TO DO
Repeat the records exactly, so that each line matches the original.

SOURCE DATA
Content starts

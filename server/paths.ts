import { existsSync, readFileSync } from 'node:fs';
import { dirname, join } from 'node:path';
import { fileURLToPath } from 'node:url';

function findRoot(): string {
  let folder = dirname(fileURLToPath(import.meta.url));
  for (;;) {
    const manifest = join(folder, 'package.json');
    if (
      existsSync(manifest) &&
      (JSON.parse(readFileSync(manifest, 'utf8')) as { name?: string }).name === 'gustbook'
    ) {
      return folder;
    }
    const parent = dirname(folder);
    if (parent === folder) throw new Error("Gustbook's package.json is missing above the server.");
    folder = parent;
  }
}

/** Where package.json stands: the same for the source tree and for the bundle in dist/server. */
export const projectRoot = findRoot();

/** Software version, as it stands in package.json; part of every run. */
export const softwareVersion = (
  JSON.parse(readFileSync(join(projectRoot, 'package.json'), 'utf8')) as { version: string }
).version;
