/**
 * Looks for instrument faults and unusual records, in the axes of the instrument and on despiked data.
 *
 * Hard flags mean that something is probably broken, soft ones that the record is unusual but possibly real. Nothing is changed here:
 * flags become reasons with the grades that the recipe gives them.
 *
 * Tests: share of spikes, amplitude resolution, dropouts, skewness and kurtosis of the detrended record, steps in mean and variance,
 * lag, angle of attack, change of the horizontal wind. Absolute limits are judged where the values are removed.
 */
export const screeningStep: Step<Settings> = (state, settings) => {
  if (state.stopped) return addSkipped(state, 'screening', version, {}, alreadyStopped);
  const { sampleRateHz, length } = state.block;
  const changes: Record<string, number | string | null> = {};
  const records: Partial<Record<SeriesKey, RecordStatistics>> = {};
  let soft = 0;
  let hard = 0;

  const note = (
    flag: Flag,
    test: string,
    series: SeriesKey | null,
    statistic: Reason['statistic'],
    limits: Partial<Reason['limits']>,
    finding: string,
    sentence: string,
    extra: Partial<Pick<Reason, 'fluxes' | 'atS'>> = {},
  ): void => {
    if (flag === 0) return;
    if (flag === 1) soft++;
    else hard++;
    const grade: Grade = flag === 1 ? settings.softGrade : settings.hardGrade;
    addReason(state, {
      key: `screening.${test}${series === null ? '' : `.${series}`}`,
      step: 'screening',
      // A hard flag speaks of a broken signal: every flux that needs the series falls with it.
      fluxes: extra.fluxes ?? (series === null ? [] : fluxesOf(series, flag === 2 ? 'absent' : 'doubtful')),
      series,
      grade,
      statistic,
      limits,
      finding,
      sentence,
      ...(extra.atS === undefined ? {} : { atS: extra.atS }),
    });
  };

  for (const key of seriesKeys) {
    const values = state.series[key];
    if (!values) continue;
    const { label } = seriesLabels[key];
    const name = capitalised(label);
    const record = recordStatistics(values);
    records[key] = record;

    const spikePercent = (state.values[`spikes.${key}`] ?? NaN) * 100;
    note(
      flagAbove(spikePercent, settings.spikeSharePercent),
      'spikes',
      key,
      { label: `spikes, ${label}`, value: spikePercent, unit: '%' },
      upperLimits(settings.spikeSharePercent),
      `${name} spikes ${formatNumber(spikePercent, 1)} %`,
      `${countOf(state.counts[key]?.spikes ?? 0, 'spike')} of ${label} were left out. That many do not come from the air: look at the cables, the windows, and rain.`,
    );

    const amplitude = amplitudeTests(
      values,
      settings.amplitudeResolution.windowPoints,
      windowStepPoints,
      settings.amplitudeResolution.bins,
    );
    state.values[`screening.emptyBins.${key}`] = amplitude.emptyShare;
    state.values[`screening.dropoutInterior.${key}`] = amplitude.interiorShare;
    state.values[`screening.dropoutExtreme.${key}`] = amplitude.extremeShare;
    changes[`sameBinPercent.${key}`] = finiteOrNull(amplitude.sameBinShare * 100);
    noteAmplitude(note, settings, key, amplitude, sampleRateHz);

    state.values[`screening.skewness.${key}`] = record.skewness;
    state.values[`screening.kurtosis.${key}`] = record.kurtosis;
    note(
      flagOutside(record.skewness, settings.skewness),
      'skewness',
      key,
      { label: `skewness, ${label}`, value: record.skewness, unit: '1' },
      bandLimits(settings.skewness),
      `${name} skewness ${formatNumber(record.skewness, 1)}`,
      `The detrended ${label} leans to one side: skewness ${formatNumber(record.skewness, 2)}, a symmetric record has 0. A few strong plumes can do that, and so can a fault that shows on one side only.`,
    );
    note(
      flagOutside(record.kurtosis, settings.kurtosis),
      'kurtosis',
      key,
      { label: `kurtosis, ${label}`, value: record.kurtosis, unit: '1' },
      bandLimits(settings.kurtosis),
      `${name} kurtosis ${formatNumber(record.kurtosis, 1)}`,
      record.kurtosis > 3
        ? `The detrended ${label} is quiet with rare large swings: kurtosis ${formatNumber(record.kurtosis, 2)}, a Gaussian record has 3. Turbulence that comes in bursts looks like this, and so do remaining spikes.`
        : `The detrended ${label} dwells at two values: kurtosis ${formatNumber(record.kurtosis, 2)}, a Gaussian record has 3. A square-shaped signal looks like this.`,
    );

    noteSteps(state, note, settings, key, values, record);
  }

  noteLags(state, note, settings, records, changes);

  const { windU, windV, windW } = state.series;
  if (windU && windV && windW) {
    const { acceptanceAngleDeg } = state.setUp.sonic;
    const found = angleOfAttack(windU, windV, windW, acceptanceAngleDeg);
    state.values['screening.angleOfAttack'] = found.steepShare;
    changes.angleOfAttackP1Deg = finiteOrNull(found.percentilesDeg[0]);
    changes.angleOfAttackP50Deg = finiteOrNull(found.percentilesDeg[1]);
    changes.angleOfAttackP99Deg = finiteOrNull(found.percentilesDeg[2]);
    const percent = found.steepShare * 100;
    note(
      flagAbove(percent, settings.angleOfAttack.sharePercent),
      'angleOfAttack',
      null,
      { label: 'samples beyond the acceptance angle', value: percent, unit: '%' },
      upperLimits(settings.angleOfAttack.sharePercent),
      `Steep wind ${formatNumber(percent, 1)} % of samples`,
      `In ${formatNumber(percent, 1)} % of the samples the wind met the sonic more steeply than the ${formatNumber(acceptanceAngleDeg)}° it accepts. Its frame then shades its paths, and vertical wind reads too small.`,
      { fluxes: fluxesOf('windW') },
    );
  }
  if (records.windU && records.windV) {
    const found = windNonstationarity(records.windU, records.windV, length);
    state.values['screening.windNonstationarity'] = found.vector;
    changes.windChangeAlong = finiteOrNull(found.alongWind);
    changes.windChangeCross = finiteOrNull(found.crossWind);
    note(
      flagAbove(found.vector, settings.windNonstationarity.ratio),
      'windNonstationarity',
      null,
      { label: 'nonstationarity of the horizontal wind', value: found.vector, unit: '1' },
      upperLimits(settings.windNonstationarity.ratio),
      `Wind changed by ${formatNumber(found.vector * 100)} %`,
      `Over the period the wind changed by ${formatNumber(found.vector, 2)} of its mean speed (along it ${formatNumber(found.alongWind, 2)}, across ${formatNumber(found.crossWind, 2)}). The mean is then no good reference for fluctuations.`,
      { fluxes: fluxesOfAll(['windU', 'windV']) },
    );
  }

  return addLedger(state, {
    step: 'screening',
    version,
    parameters: {
      windowPoints: settings.amplitudeResolution.windowPoints,
      windowStepPoints,
      bins: settings.amplitudeResolution.bins,
      discontinuityWindowS: settings.discontinuities.windowS,
      lagWindowS: settings.lag.windowS,
      acceptanceAngleDeg: state.setUp.sonic.acceptanceAngleDeg,
      softGrade: settings.softGrade,
      hardGrade: settings.hardGrade,
    },
    changes: { softFlags: soft, hardFlags: hard, ...changes },
    summary:
      soft + hard === 0
        ? 'No test of the record raised a flag.'
        : `${countOf(hard, 'hard flag')} and ${countOf(soft, 'soft flag')}.`,
  });
};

Content ends

EXERCISE SOLUTION
filename server/paths.ts
import { existsSync, readFileSync } from 'node:fs';
import { dirname, join } from 'node:path';
import { fileURLToPath } from 'node:url';

function findRoot(): string {
  let folder = dirname(fileURLToPath(import.meta.url));
  for (;;) {
    const manifest = join(folder, 'package.json');
    if (
      existsSync(manifest) &&
      (JSON.parse(readFileSync(manifest, 'utf8')) as { name?: string }).name === 'gustbook'
    ) {
      return folder;
    }
    const parent = dirname(folder);
    if (parent === folder) throw new Error("Gustbook's package.json is missing above the server.");
    folder = parent;
  }
}

/** Where package.json stands: the same for the source tree and for the bundle in dist/server. */
export const projectRoot = findRoot();

/** Software version, as it stands in package.json; part of every run. */
export const softwareVersion = (
  JSON.parse(readFileSync(join(projectRoot, 'package.json'), 'utf8')) as { version: string }
).version;
/**
 * Looks for instrument faults and unusual records, in the axes of the instrument and on despiked data.
 *
 * Hard flags mean that something is probably broken, soft ones that the record is unusual but possibly real. Nothing is changed here:
 * flags become reasons with the grades that the recipe gives them.
 *
 * Tests: share of spikes, amplitude resolution, dropouts, skewness and kurtosis of the detrended record, steps in mean and variance,
 * lag, angle of attack, change of the horizontal wind. Absolute limits are judged where the values are removed.
 */
export const screeningStep: Step<Settings> = (state, settings) => {
  if (state.stopped) return addSkipped(state, 'screening', version, {}, alreadyStopped);
  const { sampleRateHz, length } = state.block;
  const changes: Record<string, number | string | null> = {};
  const records: Partial<Record<SeriesKey, RecordStatistics>> = {};
  let soft = 0;
  let hard = 0;

  const note = (
    flag: Flag,
    test: string,
    series: SeriesKey | null,
    statistic: Reason['statistic'],
    limits: Partial<Reason['limits']>,
    finding: string,
    sentence: string,
    extra: Partial<Pick<Reason, 'fluxes' | 'atS'>> = {},
  ): void => {
    if (flag === 0) return;
    if (flag === 1) soft++;
    else hard++;
    const grade: Grade = flag === 1 ? settings.softGrade : settings.hardGrade;
    addReason(state, {
      key: `screening.${test}${series === null ? '' : `.${series}`}`,
      step: 'screening',
      // A hard flag speaks of a broken signal: every flux that needs the series falls with it.
      fluxes: extra.fluxes ?? (series === null ? [] : fluxesOf(series, flag === 2 ? 'absent' : 'doubtful')),
      series,
      grade,
      statistic,
      limits,
      finding,
      sentence,
      ...(extra.atS === undefined ? {} : { atS: extra.atS }),
    });
  };

  for (const key of seriesKeys) {
    const values = state.series[key];
    if (!values) continue;
    const { label } = seriesLabels[key];
    const name = capitalised(label);
    const record = recordStatistics(values);
    records[key] = record;

    const spikePercent = (state.values[`spikes.${key}`] ?? NaN) * 100;
    note(
      flagAbove(spikePercent, settings.spikeSharePercent),
      'spikes',
      key,
      { label: `spikes, ${label}`, value: spikePercent, unit: '%' },
      upperLimits(settings.spikeSharePercent),
      `${name} spikes ${formatNumber(spikePercent, 1)} %`,
      `${countOf(state.counts[key]?.spikes ?? 0, 'spike')} of ${label} were left out. That many do not come from the air: look at the cables, the windows, and rain.`,
    );

    const amplitude = amplitudeTests(
      values,
      settings.amplitudeResolution.windowPoints,
      windowStepPoints,
      settings.amplitudeResolution.bins,
    );
    state.values[`screening.emptyBins.${key}`] = amplitude.emptyShare;
    state.values[`screening.dropoutInterior.${key}`] = amplitude.interiorShare;
    state.values[`screening.dropoutExtreme.${key}`] = amplitude.extremeShare;
    changes[`sameBinPercent.${key}`] = finiteOrNull(amplitude.sameBinShare * 100);
    noteAmplitude(note, settings, key, amplitude, sampleRateHz);

    state.values[`screening.skewness.${key}`] = record.skewness;
    state.values[`screening.kurtosis.${key}`] = record.kurtosis;
    note(
      flagOutside(record.skewness, settings.skewness),
      'skewness',
      key,
      { label: `skewness, ${label}`, value: record.skewness, unit: '1' },
      bandLimits(settings.skewness),
      `${name} skewness ${formatNumber(record.skewness, 1)}`,
      `The detrended ${label} leans to one side: skewness ${formatNumber(record.skewness, 2)}, a symmetric record has 0. A few strong plumes can do that, and so can a fault that shows on one side only.`,
    );
    note(
      flagOutside(record.kurtosis, settings.kurtosis),
      'kurtosis',
      key,
      { label: `kurtosis, ${label}`, value: record.kurtosis, unit: '1' },
      bandLimits(settings.kurtosis),
      `${name} kurtosis ${formatNumber(record.kurtosis, 1)}`,
      record.kurtosis > 3
        ? `The detrended ${label} is quiet with rare large swings: kurtosis ${formatNumber(record.kurtosis, 2)}, a Gaussian record has 3. Turbulence that comes in bursts looks like this, and so do remaining spikes.`
        : `The detrended ${label} dwells at two values: kurtosis ${formatNumber(record.kurtosis, 2)}, a Gaussian record has 3. A square-shaped signal looks like this.`,
    );

    noteSteps(state, note, settings, key, values, record);
  }

  noteLags(state, note, settings, records, changes);

  const { windU, windV, windW } = state.series;
  if (windU && windV && windW) {
    const { acceptanceAngleDeg } = state.setUp.sonic;
    const found = angleOfAttack(windU, windV, windW, acceptanceAngleDeg);
    state.values['screening.angleOfAttack'] = found.steepShare;
    changes.angleOfAttackP1Deg = finiteOrNull(found.percentilesDeg[0]);
    changes.angleOfAttackP50Deg = finiteOrNull(found.percentilesDeg[1]);
    changes.angleOfAttackP99Deg = finiteOrNull(found.percentilesDeg[2]);
    const percent = found.steepShare * 100;
    note(
      flagAbove(percent, settings.angleOfAttack.sharePercent),
      'angleOfAttack',
      null,
      { label: 'samples beyond the acceptance angle', value: percent, unit: '%' },
      upperLimits(settings.angleOfAttack.sharePercent),
      `Steep wind ${formatNumber(percent, 1)} % of samples`,
      `In ${formatNumber(percent, 1)} % of the samples the wind met the sonic more steeply than the ${formatNumber(acceptanceAngleDeg)}° it accepts. Its frame then shades its paths, and vertical wind reads too small.`,
      { fluxes: fluxesOf('windW') },
    );
  }
  if (records.windU && records.windV) {
    const found = windNonstationarity(records.windU, records.windV, length);
    state.values['screening.windNonstationarity'] = found.vector;
    changes.windChangeAlong = finiteOrNull(found.alongWind);
    changes.windChangeCross = finiteOrNull(found.crossWind);
    note(
      flagAbove(found.vector, settings.windNonstationarity.ratio),
      'windNonstationarity',
      null,
      { label: 'nonstationarity of the horizontal wind', value: found.vector, unit: '1' },
      upperLimits(settings.windNonstationarity.ratio),
      `Wind changed by ${formatNumber(found.vector * 100)} %`,
      `Over the period the wind changed by ${formatNumber(found.vector, 2)} of its mean speed (along it ${formatNumber(found.alongWind, 2)}, across ${formatNumber(found.crossWind, 2)}). The mean is then no good reference for fluctuations.`,
      { fluxes: fluxesOfAll(['windU', 'windV']) },
    );
  }

  return addLedger(state, {
    step: 'screening',
    version,
    parameters: {
      windowPoints: settings.amplitudeResolution.windowPoints,
      windowStepPoints,
      bins: settings.amplitudeResolution.bins,
      discontinuityWindowS: settings.discontinuities.windowS,
      lagWindowS: settings.lag.windowS,
      acceptanceAngleDeg: state.setUp.sonic.acceptanceAngleDeg,
      softGrade: settings.softGrade,
      hardGrade: settings.hardGrade,
    },
    changes: { softFlags: soft, hardFlags: hard, ...changes },
    summary:
      soft + hard === 0
        ? 'No test of the record raised a flag.'
        : `${countOf(hard, 'hard flag')} and ${countOf(soft, 'soft flag')}.`,
  });
};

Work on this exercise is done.